RECORDS SUPPLIED Block Start
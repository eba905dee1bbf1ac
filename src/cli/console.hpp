#pragma once
// Where a command writes: its output, its warnings and timings. Handed to every command, so the
// binary, the in-process tests and the CLI fuzzer all capture the same streams and nothing escapes
// to the process's own stdout or stderr.
#include <functional>
#include <nlohmann/json.hpp>
#include <ostream>
#include <string>

#include "report/timings.hpp"

namespace bine::cli {

struct Console {
  std::ostream& out;
  std::ostream& err;
  bool timings = false;          // --timings: phase timers on err
  bool err_is_terminal = false;  // err is the process's stderr and a terminal (progress bars)

  /// A timer for one phase of the command; prints to err when it ends, if timings are on.
  PhaseTimer time(std::string phase) const { return PhaseTimer(timings ? &err : nullptr, std::move(phase)); }
};

/// Prints a command's result: the JSON document (indented, one trailing newline) when `json`, else
/// the text rendering.
void print_result(const Console& console, bool json, const std::function<nlohmann::json()>& document,
                  const std::function<void(std::ostream&)>& text);

}  // namespace bine::cli
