#pragma once
// Where a command writes: its output, its warnings and timings. Handed to every command, so the
// binary, the in-process tests and the CLI fuzzer all capture the same streams and nothing escapes
// to the process's own stdout or stderr.
#include <functional>
#include <nlohmann/json.hpp>
#include <ostream>
#include <string>
#include <vector>

#include "io/data_dir.hpp"
#include "report/timings.hpp"

namespace bine::cli {

struct Console {
  std::ostream& out;
  std::ostream& err;
  bool timings = false;          // --timings: phase timers on err
  bool err_is_terminal = false;  // err is the process's stderr and a terminal (progress bars)

  /// A timer for one phase of the command; prints to err when it ends, if timings are on.
  PhaseTimer time(std::string phase) const { return PhaseTimer(timings ? &err : nullptr, std::move(phase)); }
};

/// Prints a command's result: the JSON document (indented, one trailing newline) when `json`, else
/// the text rendering.
void print_result(const Console& console, bool json, const std::function<nlohmann::json()>& document,
                  const std::function<void(std::ostream&)>& text);
/// The same for a command whose figures come from catalogs: the JSON object gains "catalogs_used"
/// (name, file, demo) and the text ends with the catalogs-used line, so every output says where its
/// numbers came from and marks demo data.
void print_result(const Console& console, bool json, const DataSet& data,
                  const std::function<nlohmann::json()>& document, const std::function<void(std::ostream&)>& text);

/// What a command prints on its output: text tables (the default), one JSON document (--json) or
/// one CSV table for spreadsheets (--csv).
enum class Printed { text, json, csv };

/// Why --csv cannot go with the other output options given, or empty when it can: --csv goes with
/// neither --json nor a page (`html` names the --html file, empty when none), since a spreadsheet
/// table is the whole output.
std::string csv_conflict(bool json, bool csv, const std::string& html = "");

/// The output --json and --csv choose; throws InputError with csv_conflict's line.
Printed printed_as(bool json, bool csv, const std::string& html = "");

/// Prints a command's result as `printed` says: the JSON document, the CSV table (as `table`
/// writes it) or the text rendering.
void print_result(const Console& console, Printed printed, const DataSet& data,
                  const std::function<nlohmann::json()>& document, const std::function<std::string()>& table,
                  const std::function<void(std::ostream&)>& text);

/// In CSV output the notes a text report prints under its tables go to err, one "bine: note:" line
/// each, so the output stays one table.
void print_notes(const Console& console, const std::vector<std::string>& notes);

}  // namespace bine::cli
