#include "cli/console.hpp"

#include "model/errors.hpp"

namespace bine::cli {

void print_result(const Console& console, bool json, const std::function<nlohmann::json()>& document,
                  const std::function<void(std::ostream&)>& text) {
  if (json)
    console.out << document().dump(2) << '\n';
  else
    text(console.out);
}

void print_result(const Console& console, bool json, const DataSet& data,
                  const std::function<nlohmann::json()>& document, const std::function<void(std::ostream&)>& text) {
  print_result(
      console, json,
      [&] {
        nlohmann::json out = document();
        nlohmann::json used = nlohmann::json::array();
        for (const auto& source : data.sources)
          used.push_back({{"name", source.name}, {"file", source.file}, {"demo", source.demo}});
        if (out.is_object()) out["catalogs_used"] = std::move(used);
        return out;
      },
      [&](std::ostream& out) {
        text(out);
        out << '\n' << catalogs_used_line(data) << '\n';
      });
}

std::string csv_conflict(bool json, bool csv, const std::string& html) {
  if (!csv || (!json && html.empty())) return {};
  return std::string("--csv: not with ") + (json ? "--json" : "--html") +
         " (expected one of them: --csv prints a spreadsheet table as the whole output)";
}

Printed printed_as(bool json, bool csv, const std::string& html) {
  if (const std::string conflict = csv_conflict(json, csv, html); !conflict.empty()) throw InputError(conflict);
  return csv ? Printed::csv : json ? Printed::json : Printed::text;
}

void print_result(const Console& console, Printed printed, const DataSet& data,
                  const std::function<nlohmann::json()>& document, const std::function<std::string()>& table,
                  const std::function<void(std::ostream&)>& text) {
  if (printed == Printed::csv) {
    console.out << table();
    print_notes(console, {catalogs_used_line(data)});  // stdout stays one table
  } else {
    print_result(console, printed == Printed::json, data, document, text);
  }
}

void print_notes(const Console& console, const std::vector<std::string>& notes) {
  for (const auto& note : notes) console.err << "bine: note: " << note << '\n';
}

}  // namespace bine::cli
RECORDS SUPPLIED Block End
◆ **WORK INSTRUCTIONS**: Exact output of every entry is required.

◆ **OUTPUT OF THE TASK**:
repository eba905dee1bbf1ac
filename src/cli/console.hpp
#pragma once
// Where a command writes: its output, its warnings and timings. Handed to every command, so the
// binary, the in-process tests and the CLI fuzzer all capture the same streams and nothing escapes
// to the process's own stdout or stderr.
#include <functional>
#include <nlohmann/json.hpp>
#include <ostream>
#include <string>

#include "report/timings.hpp"

namespace bine::cli {

struct Console {
  std::ostream& out;
  std::ostream& err;
  bool timings = false;          // --timings: phase timers on err
  bool err_is_terminal = false;  // err is the process's stderr and a terminal (progress bars)

  /// A timer for one phase of the command; prints to err when it ends, if timings are on.
  PhaseTimer time(std::string phase) const { return PhaseTimer(timings ? &err : nullptr, std::move(phase)); }
};

/// Prints a command's result: the JSON document (indented, one trailing newline) when `json`, else
/// the text rendering.
void print_result(const Console& console, bool json, const std::function<nlohmann::json()>& document,
                  const std::function<void(std::ostream&)>& text);

}  // namespace bine::cli
#pragma once
// Where a command writes: its output, its warnings and timings. Handed to every command, so the
// binary, the in-process tests and the CLI fuzzer all capture the same streams and nothing escapes
// to the process's own stdout or stderr.
#include <functional>
#include <nlohmann/json.hpp>
#include <ostream>
#include <string>
#include <vector>

#include "io/data_dir.hpp"
#include "report/timings.hpp"

namespace bine::cli {

struct Console {
  std::ostream& out;
  std::ostream& err;
  bool timings = false;          // --timings: phase timers on err
  bool err_is_terminal = false;  // err is the process's stderr and a terminal (progress bars)

  /// A timer for one phase of the command; prints to err when it ends, if timings are on.
  PhaseTimer time(std::string phase) const { return PhaseTimer(timings ? &err : nullptr, std::move(phase)); }
};

/// Prints a command's result: the JSON document (indented, one trailing newline) when `json`, else
/// the text rendering.
void print_result(const Console& console, bool json, const std::function<nlohmann::json()>& document,
                  const std::function<void(std::ostream&)>& text);
/// The same for a command whose figures come from catalogs: the JSON object gains "catalogs_used"
/// (name, file, demo) and the text ends with the catalogs-used line, so every output says where its
/// numbers came from and marks demo data.
void print_result(const Console& console, bool json, const DataSet& data,
                  const std::function<nlohmann::json()>& document, const std::function<void(std::ostream&)>& text);

/// What a command prints on its output: text tables (the default), one JSON document (--json) or
/// one CSV table for spreadsheets (--csv).
enum class Printed { text, json, csv };

/// Why --csv cannot go with the other output options given, or empty when it can: --csv goes with
/// neither --json nor a page (`html` names the --html file, empty when none), since a spreadsheet
/// table is the whole output.
std::string csv_conflict(bool json, bool csv, const std::string& html = "");

/// The output --json and --csv choose; throws InputError with csv_conflict's line.
Printed printed_as(bool json, bool csv, const std::string& html = "");

/// Prints a command's result as `printed` says: the JSON document, the CSV table (as `table`
/// writes it) or the text rendering.
void print_result(const Console& console, Printed printed, const DataSet& data,
                  const std::function<nlohmann::json()>& document, const std::function<std::string()>& table,
                  const std::function<void(std::ostream&)>& text);

/// In CSV output the notes a text report prints under its tables go to err, one "bine: note:" line
/// each, so the output stays one table.
void print_notes(const Console& console, const std::vector<std::string>& notes);

}  // namespace bine::cli
#include "cli/console.hpp"

#include "model/errors.hpp"

namespace bine::cli {

void print_result(const Console& console, bool json, const std::function<nlohmann::json()>& document,
                  const std::function<void(std::ostream&)>& text) {
  if (json)
    console.out << document().dump(2) << '\n';
  else
    text(console.out);
}

void print_result(const Console& console, bool json, const DataSet& data,
                  const std::function<nlohmann::json()>& document, const std::function<void(std::ostream&)>& text) {
  print_result(
      console, json,
      [&] {
        nlohmann::json out = document();
        nlohmann::json used = nlohmann::json::array();
        for (const auto& source : data.sources)
          used.push_back({{"name", source.name}, {"file", source.file}, {"demo", source.demo}});
        if (out.is_object()) out["catalogs_used"] = std::move(used);
        return out;
      },
      [&](std::ostream& out) {
        text(out);
        out << '\n' << catalogs_used_line(data) << '\n';
      });
}

std::string csv_conflict(bool json, bool csv, const std::string& html) {
  if (!csv || (!json && html.empty())) return {};
  return std::string("--csv: not with ") + (json ? "--json" : "--html") +
         " (expected one of them: --csv prints a spreadsheet table as the whole output)";
}

Printed printed_as(bool json, bool csv, const std::string& html) {
  if (const std::string conflict = csv_conflict(json, csv, html); !conflict.empty()) throw InputError(conflict);
  return csv ? Printed::csv : json ? Printed::json : Printed::text;
}

void print_result(const Console& console, Printed printed, const DataSet& data,
                  const std::function<nlohmann::json()>& document, const std::function<std::string()>& table,
                  const std::function<void(std::ostream&)>& text) {
  if (printed == Printed::csv) {
    console.out << table();
    print_notes(console, {catalogs_used_line(data)});  // stdout stays one table
  } else {
    print_result(console, printed == Printed::json, data, document, text);
  }
}

void print_notes(const Console& console, const std::vector<std::string>& notes) {
  for (const auto& note : notes) console.err << "bine: note: " << note << '\n';
}

}  // namespace bine::cli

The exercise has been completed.